Just curious: Wouldn't an automatic package inventory (by dkpg or synaptic) from a previous distro version wreak a little havok when installed en masse on a newer distro version? How are conflicts with obsoleted packages avoided? Or would one just never mix an Intrepid package dump with a Jaunty package dump for those reasons?
posted by cowbellemoo at 1:26 PM on June 19, 2009


You're not dumping packges, you're dumping the names of packages. When asked to be installed en masse, aptitude will calculate an upgrade plan. Since package names are independent of their versions (mostly), you should get upgraded version when running the dselect trick, just as you would when running dist-upgrade.
posted by pwnguin at 1:48 PM on June 19, 2009


My unstated intent was that one would refer to the dpkg -l output to see what apps one needed to add, and then add them manually, avoiding any weirdness from package organization and dependencies having changed. I keep meaning to use wajig consistently so I can use its log as a useful reference. Maybe next time I'll alias aptitude, apt-get, apt-cache, and dpkg to "echo Use wajig".
posted by Zed at 2:02 PM on June 19, 2009 [1 favorite]

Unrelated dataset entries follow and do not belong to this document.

def linearise(inversion: Inversion, z: Array, *, refit: bool = True) -> Linearised:
    """Make a problem linear at standard normal variables z.

    Parameters
    ----------
    inversion : Inversion
    z : array, shape (unknowns,)
    refit : bool
        As for `budget`.
    """
    physical = [i for i, name in enumerate(inversion.names) if name not in inversion.noise_names]
    names = tuple(inversion.names[i] for i in physical)
    constants = fixed_constants(inversion)
    members = inversion.posterior.as_gaussian(z).members
    parts = [_Part(inversion, member, z, physical, constants) for member in members]
    information = sum(part.information for part in parts)
    covariance = np.asarray(np.linalg.inv(np.eye(len(names)) + information), dtype=float)
    scores: dict[str, Array] = {}
    for part in parts:
        for source, score in part.scores.items():
            scores[source] = scores.get(source, 0.0) + score
    shifts = -covariance @ sum(part.pull for part in parts)
    heavy = (np.abs(shifts) > np.sqrt(covariance.diagonal())[:, None]).any(axis=0) & refit
    for k in np.flatnonzero(heavy):
        shifts[:, k] = _refitted(inversion, z, physical, constants[k].name)
    return Linearised(names, z, covariance, scores, constants, shifts)


def _refitted(inversion: Inversion, z: Array, physical: Sequence[int], name: str) -> Array:
    """Return the rms shift of the minimum with a constant one spread up and down, signed as the former."""
    chosen = np.isin(np.arange(z.size), physical)
    ends = [refine(with_constant(inversion.posterior, name, sign), chosen, z).z for sign in (1, -1)]
    up, down = ((end - z)[chosen] for end in ends)
    return np.copysign(np.sqrt((up**2 + down**2) / 2), up - down)


class _Part:
    """One trace's share: its information, the covariance of its scores and the pull of the constants on it."""

    def __init__(
        self,
        inversion: Inversion,
        member: Member,
        z: Array,
        physical: Sequence[int],
        constants: Sequence[FixedConstant],
    ) -> None:
        self.member, self.model = member, member.model
        self.values = _local(inversion, member, z[None])
        coefficients = self.model.eliminated(self.values).mean[0]
        slopes = self._of_unknowns(inversion, z, physical, coefficients)
        bends = self._of_constants(constants, coefficients)
        functions = {name: f[0] for name, f in self.model.functions(self.values).items()}
        noise = {c.name: _scalars(c.noise_values(self.values)) for c in self.model.channels}
        imitated = _imitated(self.model, self.values, functions, slopes, noise)
        own = {name: d - imitated.T @ functions[name] for name, d in slopes.items()}
        self.information = imitated.T @ imitated
        self.pull = np.zeros((len(physical), len(constants)))
        self.scores: dict[str, Array] = {COEFFICIENTS: imitated.T @ imitated}
        for channel in self.model.channels:
            self._add(channel, own[channel.name], bends[channel.name], noise[channel.name])

    def _add(self, channel: Channel, own: Array, bend: Array, noise: Mapping[str, float]) -> None:
        """Add a channel, with ``K^-1 V = (V - f) / (sigma d)^2``, f the discrepancy that V would be taken for."""
        taken = channel.noise.discrepancy(own, noise)
        white = noise["white"] * channel.noise.relative
        solved = (own - taken) / white**2
        self.information = self.information + solved @ own.T
        self.pull += solved @ bend.T
        scaled = solved * white
        self._score(WHITE, scaled @ scaled.T)
        if "discrepancy" in noise:
            # f = a^2 R K^-1 V, so that this is the discrepancy's own covariance seen through K^-1 V.
            self._score(DISCREPANCY, solved @ taken.T)

    def _score(self, source: str, score: Array) -> None:
        self.scores[source] = self.scores.get(source, 0.0) + (score + score.T) / 2

    def _of_unknowns(
        self, inversion: Inversion, z: Array, physical: Sequence[int], coefficients: Array
    ) -> dict[str, Array]:
        """Return d(model)/dz per channel, shape (unknowns, delays)."""
        steps = _STEP * np.eye(z.size)[list(physical)]
        up, down = (
            _contracted(self.model, _local(inversion, self.member, z + sign * steps), coefficients)
            for sign in (1, -1)
        )
        return {name: (up[name] - down[name]) / (2 * _STEP) for name in up}

    def _of_constants(self, constants: Sequence[FixedConstant], coefficients: Array) -> dict[str, Array]:
        """Return what one spread of each constant adds to the model, shape (constants, delays)."""
        own = member_constants(self.member)
        out = {c.name: np.zeros((len(constants), c.noise.delay.size)) for c in self.model.channels}
        for k, constant in enumerate(constants):
            if constant.name not in own:
                continue
            low, high = _ends(own[constant.name])
            below, above = (self._with(constant.name, end, coefficients) for end in (low, high))
            for name, rows in out.items():
                rows[k] = (above[name] - below[name])[0] / (high - low)
        return out

    def _with(self, name: str, spreads: float, coefficients: Array) -> dict[str, Array]:
        """Return the model with one constant moved."""
        other = moved(self.member, name, spreads)
        fixed = {inner: np.full(1, value) for inner, value in other.fixed.items()}
        return _contracted(other.model, {**self.values, **fixed}, coefficients)


def _contracted(model: TraceModel, values: Mapping[str, Array], coefficients: Array) -> dict[str, Array]:
    """Return the traces of given coefficients per channel, shape (sets, delays)."""
    sets = len(next(iter(values.values())))
    pieces: dict[str, list[Array]] = {c.name: [] for c in model.channels}
    for start in range(0, sets, _BATCH):
        block = {name: v[start : start + _BATCH] for name, v in values.items()}
        for name, functions in model.functions(block).items():
            pieces[name].append(np.einsum("c,bcn->bn", coefficients, functions))
    return {name: np.concatenate(p) for name, p in pieces.items()}


def _imitated(
    model: TraceModel,
    values: Mapping[str, Array],
    functions: Mapping[str, Array],
    slopes: Mapping[str, Array],
    noise: Mapping[str, Mapping[str, float]],
) -> Array:
    """Return the coefficients that imitate each unknown's derivative best, shape (coefficients, unknowns)."""
    basis, _ = model.whitened(_scalars(values), functions)
    white = np.concatenate([c.noise.whiten(slopes[c.name], noise[c.name]) for c in model.channels], axis=1)
    padded = np.pad(white, ((0, 0), (0, basis.shape[0] - white.shape[1])))
    return np.asarray(np.linalg.lstsq(basis, padded.T, rcond=None)[0])


def _ends(constant: FixedConstant) -> tuple[float, float]:
    """Return where the derivative is taken, in spreads; on one side only where the constant stands on its bound."""
    q, step = quantity(constant.field), _CONSTANT_STEP * constant.spread
    low = 0.0 if constant.value - step < q.low else -_CONSTANT_STEP
    return low, 0.0 if constant.value + step > q.high else _CONSTANT_STEP


def _local(inversion: Inversion, member: Member, z: Array) -> dict[str, Array]:
    parameters = inversion.posterior.parameters
    return member.local(parameters.named(parameters.to_values(z)))


def _scalars(values: Mapping[str, Array]) -> dict[str, float]:
    return {name: float(v[0]) for name, v in values.items()}


def _point(result: Any) -> tuple[Inversion, Array]:
    """Return the problem and its minimum in standard normal variables."""
    if hasattr(result, "best") and hasattr(result, "inversion"):
        return _with_traces(result.inversion), np.asarray(result.best.z)
    if not (hasattr(result, "children") and "posterior" in result.children):
        raise ValueError(
            f"budget got {type(result).__name__}; give the result of Inversion.least_squares or sample_posterior."
        )
    from inverse.inference.result import rebuild

    inversion = rebuild(result)
    density = result["sample_stats"]["lp"].values
    place = np.unravel_index(int(np.argmax(density)), density.shape)
    values = np.array([[result["posterior"][name].values[place] for name in inversion.names]])
    physical = np.array([name not in inversion.noise_names for name in inversion.names])
    draw = inversion.posterior.parameters.to_z(values)[0]
    return inversion, refine(inversion.posterior, physical, draw).z


def _with_traces(inversion: Any) -> Inversion:
    if not hasattr(getattr(inversion, "posterior", None), "members"):
        raise ValueError("budget takes the fit of an Inversion; this fit is of another kind of problem.")
    return inversion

I keep my home directory in a separate partition and do a fresh install of the OS for the upgrade. When the partitioner asks me I partition manually, being triple sure that "DO NOT FORMAT" is set for /home. It works great.
posted by COD at 2:48 PM on June 19, 2009


I've rarely had good experiences updating Ubuntu. I'd say just migrate all important data into a backup place and reinstall from scratch.